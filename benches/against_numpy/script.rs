//! The running Python script.

use std::env;
use std::io::{BufRead, BufReader, Write};
use std::path::Path;
use std::process::{Child, ChildStdin, ChildStdout, Command, Stdio};

use serde_json::Value;

use crate::survey::Job;

/// A Python process that answers one line for each command.
pub struct Script {
    process: Child,
    input: Option<ChildStdin>,
    output: BufReader<ChildStdout>,
    /// Versions of numpy and scipy.
    pub versions: String,
}

/// What the script found in one channel.
pub struct Found {
    /// Harmonic and level of each line in the band \[dBc\].
    pub levels: Vec<(usize, f64)>,
    /// Rms noise in the band.
    pub noise_rad: f64,
}

impl Script {
    /// Starts the script and waits until its pool is up; what is missing comes back as words.
    pub fn start(job: &Job) -> Result<Self, String> {
        let python = env::var("THORNMAP_PYTHON").unwrap_or_else(|_| "python3".to_owned());
        let path = Path::new(env!("CARGO_MANIFEST_DIR")).join("benches/against_numpy/exact_survey.py");
        let mut process =
            Command::new(&python).arg(path).stdin(Stdio::piped()).stdout(Stdio::piped()).spawn().map_err(|error| {
                format!("{python} does not start ({error}); install Python 3, or name one in THORNMAP_PYTHON")
            })?;
        let input = process.stdin.take();
        let output = BufReader::new(process.stdout.take().expect("standard output is piped"));
        let mut script = Self { process, input, output, versions: String::new() };
        let missing = || {
            format!(
                "{python} runs, but not the script: numpy or scipy is missing? `{python} -m pip install numpy scipy`"
            )
        };
        script.send(&job.to_json().to_string()).map_err(|_| missing())?;
        let hello: Value = serde_json::from_str(&script.receive()).map_err(|_| missing())?;
        let version = |name: &str| hello[name].as_str().unwrap_or("?").to_owned();
        script.versions = format!("numpy {} and scipy {}", version("numpy"), version("scipy"));
        Ok(script)
    }

    fn send(&mut self, line: &str) -> std::io::Result<()> {
        let input = self.input.as_mut().expect("standard input is piped and open");
        writeln!(input, "{line}")?;
        input.flush()
    }

    fn receive(&mut self) -> String {
        let mut line = String::new();
        self.output.read_line(&mut line).expect("the script answers in text");
        line
    }

    fn ask(&mut self, command: &str) -> String {
        self.send(command).expect("the script takes commands");
        self.receive()
    }

    /// Returns the seconds of one survey.
    pub fn time(&mut self, route: &str) -> f64 {
        self.ask(&format!("time {route}")).trim().parse().expect("seconds")
    }

    /// Returns the seconds of scipy's real FFT of the record.
    pub fn transform_s(&mut self) -> f64 {
        self.ask("fft").trim().parse().expect("seconds")
    }

    /// Returns what a survey finds.
    pub fn show(&mut self, route: &str) -> Vec<Found> {
        let found: Vec<(Vec<(usize, f64)>, f64)> =
            serde_json::from_str(&self.ask(&format!("show {route}"))).expect("levels and noise of each channel");
        found.into_iter().map(|(levels, noise_rad)| Found { levels, noise_rad }).collect()
    }
}

impl Drop for Script {
    fn drop(&mut self) {
        // The script and its pool end with their input.
        drop(self.input.take());
        let _ = self.process.wait();
    }
}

> _EXERCISE PROMPT_: Collect the lines of the data that carry the word "hello".

> _RESULT_:
        let hello: Value = serde_json::from_str(&script.receive()).map_err(|_| missing())?;
        let version = |name: &str| hello[name].as_str().unwrap_or("?").to_owned();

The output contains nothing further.